町職員が「めんどくせぇ」 ひとり親への助成金未払い クリスマスプレゼント買えず…  

2020年02月21日(金)

暮らし・生活

静岡県松崎町の男性職員が、ひとり親家庭に給付されるはずの医療費の助成手続きを怠り、支払われていなかった事がわかりました。

20日町長は当事者に謝罪しましたが、職員から「めんどくせぇ」など暴言を吐かれたと話す親もいます。

20日松崎町内のひとり親家庭の保護者を訪ねた長嶋精一町長。

保護者 「もう悔しいですね。子供がかわいそうな思いをしたので、すごく悔しいです」

謝罪をうけた女性がなお怒りを隠せないのは、ある助成金の未払いと、職員の「暴言」です。

「母子家庭医療費助成」制度は、ひとり親家庭の子供の医療費を全額助成する制度です。

支払った医療費を月ごとに領収書と一緒に町に申請をすると、2ヵ月後をめどに振り込まれる仕組みで、健康福祉課の20歳の男性職員が1人で担当していました。

男性職員は去年、女性から9月10月分の助成金約1万7000円の申請を受けたにもかかわらず、手続きを行いませんでした。

12月の支払期日になっても入金が無かったため、女性は町に問い合わせると・・・

ひとり親の女性「クリスマスの時に入るお金だったのが入らなかったので、それで役場の方に何回も連絡したんですけど、その方が対応を全然してくれなくて、結局お金も振り込まれず」

ようやく振り込まれたのは、なぜか1万7000円ではなく8000円あまり。

このお金、実は男性職員がポケットマネーで支払ったものでした。

ひとり親の女性「通帳記入をしたら何千円か『松崎町』という名前で入ってたんですけど、それはその職員の方のポケットマネーから出たお金という事だったので、全額私は返しました」

その上、暴言までも。

「たったの1万7000円と言われたから、それも頭にきたんですよ。『振り込むからいいだろ!』と。それで『めんどくせぇ』まで言われましたので、その時に」

「たった」と言われた1万7000円は、女性が子供たちにクリスマスプレゼントを買うためのお金でした。

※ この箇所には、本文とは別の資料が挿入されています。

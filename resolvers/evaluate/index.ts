export { contingency, pairsOf, type Contingency } from './contingency.ts';
export { pairwiseScores, pairwiseFromContingency, type PairwiseScores } from './pairwiseScores.ts';
export { bcubed, bcubedFromContingency } from './bcubed.ts';
export { adjustedRandIndex, ariFromContingency, randIndex } from './adjustedRandIndex.ts';
export { blockingMetrics, type BlockingMetrics } from './blockingMetrics.ts';
export { precisionRecallSvg, type SweepPoint } from './precisionRecallSvg.ts';
export { f1Of, type PrecisionRecall } from './types.ts';
export { blockingByCategory, pairCategory, PAIR_CATEGORIES, type PairCategory, type BlockingReport, type CategoryCompleteness } from './blockingByCategory.ts';
export { pairAgreement, differingPairs, type PairAgreement } from './pairAgreement.ts';
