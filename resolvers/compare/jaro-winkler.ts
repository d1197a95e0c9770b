/**
 * Jaro (Jaro 1989) and Jaro–Winkler (Winkler 1990) similarity.
 *
 * Variant: the PLAIN Jaro–Winkler of Winkler 1990 — prefix scale p = 0.1, common prefix capped at 4,
 * match window floor(max(|a|, |b|) / 2) − 1, t = half the matched characters out of order, and the
 * prefix bonus applied whatever the Jaro value. None of the strcmp95 adjustments (no boost threshold
 * of 0.7, no similar-character credit, no long-string adjustment): those are the census program's, and
 * the published tables we test against reproduce only with the plain form (see the tests).
 *
 * natural's JaroWinklerDistance (natural 8.1.1, a dev dependency used as the test oracle) is the same plain
 * variant and agrees with this one on every pair of strings (property test on 100,000 pairs); it differs only by
 * options we do not offer (ignoreCase; dj, a caller-supplied Jaro value) and by returning 0 for non-strings.
 *
 * Characters are UTF-16 code units (as `charCodeAt` sees them), like most JavaScript implementations;
 * callers compare analysed, NFKC-folded names, where characters outside the BMP are rare.
 *
 * Speed: bit-parallel. When the second string has at most 32 code units one 32-bit mask per code unit
 * holds its positions; longer strings spread them over ⌈|b|/32⌉ words. The buffers are module-level typed
 * arrays grown as needed, so a call allocates nothing. Both kernels make the same greedy choice
 * (each character of `a`, left to right, takes the leftmost unmatched equal character of `b` inside
 * the window), so they return identical values.
 */

/** Positions (bit k = position k of `b`) of each UTF-16 code unit in `b`; reset after every call. Int32, not
 * Uint32: a set bit 31 must stay a small integer for V8, not become a heap double. */
const positionMasks = new Int32Array(65536);
/** Matched code units of `a`, in order. */
let matchedA = new Uint16Array(64);
function ensureBuffers(length: number): void {
  if (matchedA.length < length) matchedA = new Uint16Array(Math.max(length, matchedA.length * 2));
}

function jaroFromCounts(m: number, transposed: number, lengthA: number, lengthB: number): number {
  if (m === 0) return 0;
  const t = transposed / 2;
  // Same order of operations as the usual formula, so results agree bit for bit with other implementations.
  return (m / lengthA + m / lengthB + (m - t) / m) / 3;
}

/** Bit-parallel kernel: |b| ≤ 32. */
function jaroShort(a: string, b: string, lengthA: number, lengthB: number, window: number): number {
  // Local aliases: module-level `let` bindings cost a context load on every access.
  const masks = positionMasks;
  const matched = matchedA;
  for (let k = 0; k < lengthB; k++) masks[b.charCodeAt(k)]! |= 1 << k;
  let matchedB = 0;
  let m = 0;
  for (let i = 0; i < lengthA; i++) {
    const lo = i - window > 0 ? i - window : 0;
    if (lo >= lengthB) break;
    const hi = i + window + 1;
    const upTo = hi >= lengthB ? (lengthB === 32 ? -1 : (1 << lengthB) - 1) : (1 << hi) - 1;
    const c = a.charCodeAt(i);
    const candidates = masks[c]! & ~matchedB & upTo & ~((1 << lo) - 1);
    if (candidates !== 0) {
      matchedB |= candidates & -candidates;
      matched[m++] = c;
    }
  }
  for (let k = 0; k < lengthB; k++) masks[b.charCodeAt(k)] = 0;
  if (m === 0) return 0;
  let transposed = 0;
  let j = 0;
  let rest = matchedB;
  while (rest !== 0) {
    const bit = rest & -rest;
    if (b.charCodeAt(31 - Math.clz32(bit)) !== matched[j++]) transposed++;
    rest ^= bit;
  }
  return jaroFromCounts(m, transposed, lengthA, lengthB);
}

/** Slot (1-based) of each code unit of `b` in the multi-word kernel; 0 = not in `b`. Reset after every call. */
const slotOf = new Int32Array(65536);
/** Position masks of the multi-word kernel: slot s, word w at (s − 1) · words + w. */
let blockMasks = new Int32Array(256);
/** Matched positions of `b`, one bit per position, `words` words. */
let matchedWords = new Int32Array(8);

/** Bits lo..hi−1 of word w (positions 32w..32w+31), as an int32 mask. */
function wordWindow(w: number, lo: number, hi: number): number {
  const first = w << 5;
  const from = lo > first ? lo - first : 0;
  const to = hi - first >= 32 ? 32 : hi - first;
  const upTo = to >= 32 ? -1 : (1 << to) - 1;
  return upTo & ~((1 << from) - 1);
}

/**
 * Multi-word bit-parallel kernel for |b| > 32: the same greedy choice as the one-word kernel, with b's
 * positions spread over ⌈|b|/32⌉ words and b's distinct code units mapped to dense slots.
 */
function jaroLong(a: string, b: string, lengthA: number, lengthB: number, window: number): number {
  const words = (lengthB + 31) >> 5;
  if (matchedWords.length < words) matchedWords = new Int32Array(words * 2);
  matchedWords.fill(0, 0, words);
  let slots = 0;
  const slotTable = slotOf;
  const matched = matchedA;
  for (let k = 0; k < lengthB; k++) {
    const c = b.charCodeAt(k);
    let slot = slotTable[c]!;
    if (slot === 0) {
      slot = ++slots;
      slotTable[c] = slot;
      const needed = slot * words;
      if (blockMasks.length < needed) {
        const grown = new Int32Array(Math.max(needed, blockMasks.length * 2));
        grown.set(blockMasks);
        blockMasks = grown;
      }
      blockMasks.fill(0, (slot - 1) * words, needed);
    }
    blockMasks[(slot - 1) * words + (k >> 5)]! |= 1 << (k & 31);
  }
  const masks = blockMasks;
  const matchedB = matchedWords;
  let m = 0;
  for (let i = 0; i < lengthA; i++) {
    const lo = i - window > 0 ? i - window : 0;
    if (lo >= lengthB) break;
    const c = a.charCodeAt(i);
    const slot = slotTable[c]!;
    if (slot === 0) continue;
    const hi = i + window + 1 < lengthB ? i + window + 1 : lengthB;
    const base = (slot - 1) * words;
    const lastWord = (hi - 1) >> 5;
    for (let w = lo >> 5; w <= lastWord; w++) {
      const candidates = masks[base + w]! & ~matchedB[w]! & wordWindow(w, lo, hi);
      if (candidates !== 0) {
        matchedB[w]! |= candidates & -candidates;
        matched[m++] = c;
        break;
      }
    }
  }
  for (let k = 0; k < lengthB; k++) slotTable[b.charCodeAt(k)] = 0;
  if (m === 0) return 0;
  let transposed = 0;
  let j = 0;
  for (let w = 0; w < words; w++) {
    let rest = matchedB[w]!;
    while (rest !== 0) {
      const bit = rest & -rest;
      const k = (w << 5) + 31 - Math.clz32(bit);
      if (b.charCodeAt(k) !== matched[j++]) transposed++;
      rest ^= bit;
    }
  }
  return jaroFromCounts(m, transposed, lengthA, lengthB);
}

/**
 * Jaro similarity in [0, 1]. Identical strings (including two empty strings) give 1; an empty string
 * against a non-empty one gives 0.
 */
export function jaro(a: string, b: string): number {
  if (a === b) return 1;
  const lengthA = a.length;
  const lengthB = b.length;
  if (lengthA === 0 || lengthB === 0) return 0;
  const half = ((lengthA > lengthB ? lengthA : lengthB) >> 1) - 1;
  const window = half > 0 ? half : 0;
  ensureBuffers(lengthA > lengthB ? lengthA : lengthB);
  return lengthB <= 32 ? jaroShort(a, b, lengthA, lengthB, window) : jaroLong(a, b, lengthA, lengthB, window);
}

/** Prefix scale p of Winkler 1990. */
export const WINKLER_PREFIX_SCALE = 0.1;
/** Longest common prefix that earns the bonus (Winkler 1990). */
export const WINKLER_MAX_PREFIX = 4;

/** Length of the common prefix of `a` and `b`, capped at WINKLER_MAX_PREFIX. */
export function commonPrefixLength(a: string, b: string): number {
  const limit = Math.min(WINKLER_MAX_PREFIX, a.length, b.length);
  let l = 0;
  while (l < limit && a.charCodeAt(l) === b.charCodeAt(l)) l++;
  return l;
}

/** Plain Jaro–Winkler similarity in [0, 1]: jaro + l · 0.1 · (1 − jaro), l ≤ 4. */
export function jaroWinkler(a: string, b: string): number {
  if (a === b) return 1;
  const j = jaro(a, b);
  const l = commonPrefixLength(a, b);
  return j + l * WINKLER_PREFIX_SCALE * (1 - j);
}

/**
 * The largest Jaro–Winkler similarity two DIFFERENT strings of these lengths can reach, from their lengths alone.
 *
 * Derivation (plain variant above): let s ≤ l be the two lengths and m the matched characters, m ≤ s. Then
 *   Jaro = (m/s + m/l + (m − t)/m) / 3 ≤ (1 + s/l + 1) / 3 = J*,
 * and JW = 1 − (1 − Jaro)(1 − ℓ·p) grows with Jaro and with the common prefix ℓ ≤ min(4, s), so
 *   JW ≤ 1 − (1 − J*)(1 − min(4, s)·0.1) = 1 − (1 − s/l)/3 · (1 − min(4, s)·0.1).
 * For θ = 0.9 and s ≥ 4 this says a pair can pass only when s/l ≥ 0.5. Used to skip token pairs that cannot
 * reach a similarity threshold; the test checks the bound against the kernel on random strings.
 */
export function jaroWinklerUpperBound(lengthA: number, lengthB: number): number {
  const s = lengthA < lengthB ? lengthA : lengthB;
  const l = lengthA < lengthB ? lengthB : lengthA;
  if (s === 0) return 0;
  const prefix = s < WINKLER_MAX_PREFIX ? s : WINKLER_MAX_PREFIX;
  return 1 - ((1 - s / l) / 3) * (1 - prefix * WINKLER_PREFIX_SCALE);
}
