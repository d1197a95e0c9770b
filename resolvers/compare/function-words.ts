/**
 * The function words of names, kept apart from the name comparison because two of its rules read them: a shared
 * function word is no shared word, and a function word abbreviates nothing.
 */

/** Words so common in names that sharing them alone says nothing ("of", "de", "und"). Common practice. */
export const FUNCTION_WORDS: ReadonlySet<string> = new Set([
  'the',
  'of',
  'and',
  'for',
  'de',
  'des',
  'du',
  'la',
  'le',
  'les',
  'del',
  'di',
  'da',
  'do',
  'dos',
  'das',
  'der',
  'die',
  'den',
  'und',
  'et',
  'e',
  'y',
  'i',
  'en',
  'in',
  'van',
  'von',
  'zu',
  'al',
  'el',
  'a',
  'an',
  'at',
]);
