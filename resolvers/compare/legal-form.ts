/**
 * Legal-form compatibility of two names, from the name analysis (resolvers/analyse/types.ts → LegalFormMatch).
 *
 * - same_family: the same designator family ("Ltd" and "Limited"; "L.L.C." and "LLC"), or two spellings of one ELF
 *   code (one side narrowed to a single code that the other can stand for).
 * - compatible: different families that can stand for the same legal form (their ISO 20275 ELF codes overlap,
 *   e.g. "AG" and "SA" of a Swiss company limited by shares).
 * - conflicting: different legal forms in the same jurisdiction (a GB "plc" is not a GB "Ltd"; US-DE vs US
 *   counts as the same jurisdiction): the names belong to different legal entities.
 * - different_jurisdiction: different legal forms with no jurisdiction in common ("plc" GB vs "GmbH" DE):
 *   different legal entities too, but often affiliates (a foreign subsidiary), hence a level of its own.
 * - missing: one side (or both) has no legal form.
 */
import type { LegalFormMatch } from '../analyse/index.ts';
import { jurisdictionsCompatible } from './jurisdiction.ts';

export type LegalFormLevel = 'same_family' | 'compatible' | 'conflicting' | 'different_jurisdiction' | 'missing';

export interface LegalFormComparison {
  level: LegalFormLevel;
  explanation: string;
}

function sameCodes(a: readonly string[], b: readonly string[]): boolean {
  return a.length === b.length && a.every((code) => b.includes(code));
}

function sharedJurisdiction(a: readonly string[], b: readonly string[]): string | null {
  for (const x of a) for (const y of b) if (jurisdictionsCompatible(x, y)) return x.length <= y.length ? x : y;
  return null;
}

export function compareLegalForms(a: LegalFormMatch | null, b: LegalFormMatch | null): LegalFormComparison {
  if (a === null || b === null) {
    const side = a === null && b === null ? 'neither name has' : a === null ? 'the first name has no' : 'the second name has no';
    return { level: 'missing', explanation: `${side} legal form${a === null && b === null ? '' : ` (other: ${(a ?? b)!.text})`}` };
  }
  if (a.family === b.family) return { level: 'same_family', explanation: `"${a.text}" and "${b.text}" are the same legal form (${a.family})` };
  const shared = a.elfCodes.find((code) => b.elfCodes.includes(code));
  // Two spellings of one ELF code ("S. Coop. de Crédito" / "S.C.C." in ES) are one legal form, not merely compatible.
  if (shared !== undefined && (a.elfCodes.length === 1 || b.elfCodes.length === 1 || sameCodes(a.elfCodes, b.elfCodes))) {
    return { level: 'same_family', explanation: `"${a.text}" and "${b.text}" are the same legal form (ELF ${shared})` };
  }
  if (shared !== undefined) {
    return { level: 'compatible', explanation: `"${a.text}" and "${b.text}" can both stand for ELF ${shared}` };
  }
  // No jurisdiction known on a side: we cannot tell where, and different forms still mean different entities.
  if (a.jurisdictions.length === 0 || b.jurisdictions.length === 0) {
    return { level: 'conflicting', explanation: `"${a.text}" and "${b.text}" are different legal forms` };
  }
  const where = sharedJurisdiction(a.jurisdictions, b.jurisdictions);
  if (where !== null) {
    return { level: 'conflicting', explanation: `"${a.text}" and "${b.text}" are different legal forms in ${where}` };
  }
  return {
    level: 'different_jurisdiction',
    explanation: `"${a.text}" (${a.jurisdictions.join(', ')}) and "${b.text}" (${b.jurisdictions.join(', ')}) are legal forms of different jurisdictions`,
  };
}
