/**
 * Jaro (Jaro 1989) and Jaro–Winkler (Winkler 1990) similarity.
 *
 * Variant: the PLAIN Jaro–Winkler of Winkler 1990 — prefix scale p = 0.1, common prefix capped at 4,
 * match window floor(max(|a|, |b|) / 2) − 1, t = half the matched characters out of order, and the
 * prefix bonus applied whatever the Jaro value. None of the strcmp95 adjustments (no boost threshold
 * of 0.7, no similar-character credit, no long-string adjustment): those are the census program's, and
 * the published tables we test against reproduce only with the plain form (see the tests).
 *
 * Characters are UTF-16 code units (as `charCodeAt` sees them), like most JavaScript implementations;
 * callers compare analysed, NFKC-folded names, where characters outside the BMP are rare.
 *
 * Speed: a bit-parallel kernel when the second string has at most 32 code units (one 32-bit mask holds
 * its positions), otherwise a char-code kernel over a reused flag buffer. Both buffers are module-level
 * typed arrays grown as needed, so a call allocates nothing. Both kernels make the same greedy choice
 * (each character of `a`, left to right, takes the leftmost unmatched equal character of `b` inside
 * the window), so they return identical values.
 */

/** Positions (bit k = position k of `b`) of each UTF-16 code unit in `b`; reset after every call. */
const positionMasks = new Uint32Array(65536);
/** Matched code units of `a`, in order. */
let matchedA = new Uint16Array(64);
/** Matched flags of `b` (long-string kernel only). */
let flagsB = new Uint8Array(64);

function ensureBuffers(length: number): void {
  if (matchedA.length < length) matchedA = new Uint16Array(Math.max(length, matchedA.length * 2));
  if (flagsB.length < length) flagsB = new Uint8Array(Math.max(length, flagsB.length * 2));
}

function jaroFromCounts(m: number, transposed: number, lengthA: number, lengthB: number): number {
  if (m === 0) return 0;
  const t = transposed / 2;
  // Same order of operations as the usual formula, so results agree bit for bit with other implementations.
  return (m / lengthA + m / lengthB + (m - t) / m) / 3;
}

/** Bit-parallel kernel: |b| ≤ 32. */
function jaroShort(a: string, b: string, lengthA: number, lengthB: number, window: number): number {
  for (let k = 0; k < lengthB; k++) positionMasks[b.charCodeAt(k)] |= 1 << k;
  let matchedB = 0;
  let m = 0;
  for (let i = 0; i < lengthA; i++) {
    const lo = i - window > 0 ? i - window : 0;
    if (lo >= lengthB) break;
    const hi = i + window + 1 < lengthB ? i + window + 1 : lengthB;
    const upTo = hi >= 32 ? -1 : (1 << hi) - 1;
    const windowMask = upTo & ~((1 << lo) - 1);
    const candidates = positionMasks[a.charCodeAt(i)]! & ~matchedB & windowMask;
    if (candidates !== 0) {
      matchedB |= candidates & -candidates;
      matchedA[m++] = a.charCodeAt(i);
    }
  }
  for (let k = 0; k < lengthB; k++) positionMasks[b.charCodeAt(k)] = 0;
  if (m === 0) return 0;
  let transposed = 0;
  let j = 0;
  let rest = matchedB;
  while (rest !== 0) {
    const bit = rest & -rest;
    const k = 31 - Math.clz32(bit);
    if (b.charCodeAt(k) !== matchedA[j++]) transposed++;
    rest ^= bit;
  }
  return jaroFromCounts(m, transposed, lengthA, lengthB);
}

/** Char-code kernel for |b| > 32. */
function jaroLong(a: string, b: string, lengthA: number, lengthB: number, window: number): number {
  flagsB.fill(0, 0, lengthB);
  let m = 0;
  for (let i = 0; i < lengthA; i++) {
    const lo = i - window > 0 ? i - window : 0;
    if (lo >= lengthB) break;
    const hi = i + window + 1 < lengthB ? i + window + 1 : lengthB;
    const c = a.charCodeAt(i);
    for (let k = lo; k < hi; k++) {
      if (flagsB[k] === 0 && b.charCodeAt(k) === c) {
        flagsB[k] = 1;
        matchedA[m++] = c;
        break;
      }
    }
  }
  if (m === 0) return 0;
  let transposed = 0;
  let j = 0;
  for (let k = 0; k < lengthB; k++) {
    if (flagsB[k] === 1 && b.charCodeAt(k) !== matchedA[j++]) transposed++;
  }
  return jaroFromCounts(m, transposed, lengthA, lengthB);
}

/**
 * Jaro similarity in [0, 1]. Identical strings (including two empty strings) give 1; an empty string
 * against a non-empty one gives 0.
 */
export function jaro(a: string, b: string): number {
  if (a === b) return 1;
  const lengthA = a.length;
  const lengthB = b.length;
  if (lengthA === 0 || lengthB === 0) return 0;
  const half = Math.floor((lengthA > lengthB ? lengthA : lengthB) / 2) - 1;
  const window = half > 0 ? half : 0;
  ensureBuffers(lengthA > lengthB ? lengthA : lengthB);
  return lengthB <= 32
    ? jaroShort(a, b, lengthA, lengthB, window)
    : jaroLong(a, b, lengthA, lengthB, window);
}

/** Prefix scale p of Winkler 1990. */
export const WINKLER_PREFIX_SCALE = 0.1;
/** Longest common prefix that earns the bonus (Winkler 1990). */
export const WINKLER_MAX_PREFIX = 4;

/** Length of the common prefix of `a` and `b`, capped at WINKLER_MAX_PREFIX. */
export function commonPrefixLength(a: string, b: string): number {
  const limit = Math.min(WINKLER_MAX_PREFIX, a.length, b.length);
  let l = 0;
  while (l < limit && a.charCodeAt(l) === b.charCodeAt(l)) l++;
  return l;
}

/** Plain Jaro–Winkler similarity in [0, 1]: jaro + l · 0.1 · (1 − jaro), l ≤ 4. */
export function jaroWinkler(a: string, b: string): number {
  if (a === b) return 1;
  const j = jaro(a, b);
  const l = commonPrefixLength(a, b);
  return j + l * WINKLER_PREFIX_SCALE * (1 - j);
}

保護者 「もう悔しいですね。子供がかわいそうな思いをしたので、すごく悔しいです」

謝罪を終えた長嶋町長に、なぜこんな事が起きたのか直接聞くと・・・

松崎町・長嶋精一町長 「事務手続きが正規に出来なくて、貯め込んでしまって、それで期限が来て立て替えざるを得なかったということです。だからお金を着服したのとは全く違います」

新田課長「一言で言うと職務の怠慢だったのかなと思います。(Q何人分?いくら?)いやこの方だけです、はい。(Q本当に?)・・・細かいことはちょっと申し上げられませんけど」

しかし21日、再度町に確認したところ、職員が手続きを怠っていたのは9月10月の町への申請分すべて、延べ27世帯、総額21万9000円だったことがわかりました。

職員は町に「ほかの業務が多忙だった」と説明しましたが、ほかの業務でも処理が遅れることがあったということです。

町は職員を訓告処分に、上司の課長と係長を厳重注意しました。